ボートレース宮島の「第11回富士通フロンテックカップ」が23日に開幕した。今大会は4日間の短期決戦で24日(2日目)は早くも準優勝戦に進出するベスト18入りを争う予選最終日となる。

 初日唯一の連勝ゴールを決めて、得点率争いをリードするのはベテラン渡辺伸太郎(53=佐賀)だ。初日前半7Rの4カド戦をまくり差しで制すると、後半11Rのイン戦もコンマ13のトップスタートから難なく押し切った。

 前検日は2連対率26%の22号機に対して「スタートが届かないし、全然いいところがない」とため息をもらしていたのだが、ベテランならではの調整力を発揮して、見事に機力の立て直しに成功したようだ。

 渡辺は「キャブレター調整とプロペラを自分のパターンに丁寧に叩き直した。前検日と比べれば乗り心地、スタートの行き足は良くなっている」と手応え十分な口ぶり。

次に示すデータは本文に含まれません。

import { type Season, type Group } from '@homeground/shared';
import type { SeasonTargetRow } from './season-target.entity.js';
import type { SeasonRow } from './season.entity.js';

/** Names to show for a slug; an unknown slug (renamed in the catalogue) shows itself. */
export type SpeciesNames = (slug: string) => { commonName: string; scientificName: string } | undefined;

/** A season with its group's place and its targets in the organiser's order, as the API returns it. */
export function toSeason(
  group: Group,
  season: SeasonRow,
  targets: readonly SeasonTargetRow[],
  names: SpeciesNames,
): Season {
  return {
    groupSlug: group.slug,
    groupName: group.name,
    place: { town: group.town, state: group.state, ecoregionCode: group.ecoregionCode },
    year: season.year,
    lastFrost: season.lastFrost,
    plantShareDate: season.plantShareDate,
    methods: season.methods,
    milkweedShare: season.milkweedShare,
    lossFactor: season.lossFactor,
    seedsPerPacket: season.seedsPerPacket,
    targets: [...targets]
      .sort((a, b) => a.position - b.position)
      .map((t) => ({
        slug: t.slug,
        targetPlants: t.targetPlants,
        ...(t.germinationRatePct === null ? {} : { germinationRatePct: t.germinationRatePct }),
        commonName: names(t.slug)?.commonName ?? t.slug,
        scientificName: names(t.slug)?.scientificName ?? '',
      })),
    updatedAt: season.updatedAt.toISOString(),
  };
}
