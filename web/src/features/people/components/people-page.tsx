import {
  Button,
  Dropdown,
  makeStyles,
  Option,
  Table,
  TableBody,
  TableCell,
  TableHeader,
  TableHeaderCell,
  TableRow,
  tokens,
} from '@fluentui/react-components';
import { GLOBAL_ROLES, type GlobalRole, type PersonAccount } from '@homeground/shared';
import { useQuery } from '@tanstack/react-query';
import { useTranslation } from 'react-i18next';
import { useSetAccessMutation, useSetRoleMutation } from '../../../api/people/people.mutations.js';
import { peopleQueryOptions } from '../../../api/people/people.queries.js';
import { ContentCard } from '../../../components/page/content-card.js';
import { Heading } from '../../../components/page/page-heading.js';
import { QueryState } from '../../../components/states/index.js';
import { useFormatters, useWords } from '../../../lib/i18n/index.js';

const useStyles = makeStyles({
  scroll: { overflowX: 'auto' },
  hint: { margin: 0, color: tokens.colorNeutralForeground3 },
  email: { overflowWrap: 'anywhere' },
  off: { color: tokens.colorPaletteRedForeground1, fontWeight: tokens.fontWeightSemibold },
  failure: { color: tokens.colorPaletteRedForeground1 },
  roleCell: { width: '10rem' },
  // Fluent's dropdown asks for 250 px by default; the role words are short.
  role: { minWidth: 'unset', width: '100%' },
});

/**
 * "Last signed in" in the page's language: a date and time, or "never" for accounts that have only
 * used an invitation link, and whether sign-in is held back after wrong passwords.
 */
export function useSignInWords(): (p: Pick<PersonAccount, 'lastSignInAt' | 'signInHeld'>) => string {
  const { t } = useTranslation('people');
  const format = useFormatters();
  return (p) => {
    const last = p.lastSignInAt ? format.moment(p.lastSignInAt) : t('row.never');
    return p.signInHeld ? t('row.held', { last }) : last;
  };
}

/**
 * The admin's people page: every account with its role across Homeground, its groups and how it signs
 * in; change a role, switch an account off or on. The signed-in admin's own row cannot be changed, so
 * an admin always remains to undo a mistake.
 */
export function PeoplePage({ myId }: { myId: string }) {
  const styles = useStyles();
  const people = useQuery(peopleQueryOptions());
  const setRole = useSetRoleMutation();
  const setAccess = useSetAccessMutation();
  const failure = setRole.error ?? setAccess.error;
  const { t } = useTranslation('people');
  const words = useWords();
  const signInWords = useSignInWords();

  return (
    <ContentCard aria-labelledby="people-heading">
      <Heading level="section" id="people-heading">
        {t('list.heading')}
      </Heading>
      <p className={styles.hint}>
        {GLOBAL_ROLES.map((r) =>
          t('list.roleLine', { title: words.globalRole[r].title, does: words.globalRole[r].does }),
        ).join(' ')}{' '}
        {t('list.switchHint')}
      </p>
      <QueryState query={people} loading={t('list.loading')} error={t('list.error')}>
        {(list: PersonAccount[]) => (
          <div className={styles.scroll} role="region" aria-label={t('list.scrollRegion')} tabIndex={0}>
            <Table aria-label={t('list.heading')} size="small">
              <TableHeader>
                <TableRow>
                  <TableHeaderCell>{t('columns.name')}</TableHeaderCell>
                  <TableHeaderCell>{t('columns.email')}</TableHeaderCell>
                  <TableHeaderCell>{t('columns.role')}</TableHeaderCell>
                  <TableHeaderCell>{t('columns.groups')}</TableHeaderCell>
                  <TableHeaderCell>{t('columns.lastSignIn')}</TableHeaderCell>
                  <TableHeaderCell>{t('columns.account')}</TableHeaderCell>
                </TableRow>
              </TableHeader>
              <TableBody>
                {list.map((p) => {
                  const isMe = p.id === myId;
                  const off = p.disabledAt !== null;
                  return (
                    <TableRow key={p.id}>
                      <TableCell>{isMe ? t('row.you', { name: p.displayName }) : p.displayName}</TableCell>
                      <TableCell className={styles.email}>{p.email}</TableCell>
                      <TableCell className={styles.roleCell}>
                        <Dropdown
                          className={styles.role}
                          size="small"
                          aria-label={t('row.roleOf', { name: p.displayName })}
                          value={words.globalRole[p.role].title}
                          selectedOptions={[p.role]}
                          disabled={isMe || setRole.isPending}
                          onOptionSelect={(_, d) => {
                            const role = d.optionValue as GlobalRole | undefined;
                            if (role && role !== p.role) setRole.mutate({ id: p.id, role });
                          }}
                        >
                          {GLOBAL_ROLES.map((r) => (
                            <Option key={r} value={r}>
                              {words.globalRole[r].title}
                            </Option>
                          ))}
                        </Dropdown>
                      </TableCell>
                      <TableCell>
                        {p.groups.length
                          ? p.groups
                              .map((g) =>
                                t('row.groupRole', { group: g.groupName, role: words.groupRole[g.role].title }),
                              )
                              .join(', ')
                          : t('row.noGroups')}
                      </TableCell>
                      <TableCell>{signInWords(p)}</TableCell>
                      <TableCell>
                        {off ? <span className={styles.off}>{t('row.off')} </span> : null}
                        {isMe ? null : (
                          <Button
                            size="small"
                            disabled={setAccess.isPending}
                            onClick={() => setAccess.mutate({ id: p.id, disabled: !off })}
                            aria-label={t(off ? 'row.switchOnLabel' : 'row.switchOffLabel', { name: p.displayName })}
                          >
                            {off ? t('row.switchOn') : t('row.switchOff')}
                          </Button>
                        )}
                      </TableCell>
                    </TableRow>
                  );
                })}
              </TableBody>
            </Table>
          </div>
        )}
      </QueryState>
      {failure ? (
        <p className={styles.failure} role="alert">
          {failure.message}
        </p>
      ) : null}
    </ContentCard>
  );
}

 もっとも「11Rでは畑和宏(49=広島)選手に追いつかれていたし、足は威張れるほどじゃない」と浮かれる様子はなく「初日は競り合っていないので、競った展開の時にどうなるか。短期決戦だけに大きな着は取りたくない。2日目も1着が取れたら最高だけどね」と笑った。

 渡辺は2度のGⅠ制覇を含めて、通算30回優勝の実績を誇る巧腕レーサー。しかし、今年はすでに半分が終わろうとしている中で、一度の優出すらない状況。初日を最高の結果で終えたとなれば、今大会は昨年12月の三国一般戦以来となる、久々の優出のチャンスも十分だろう。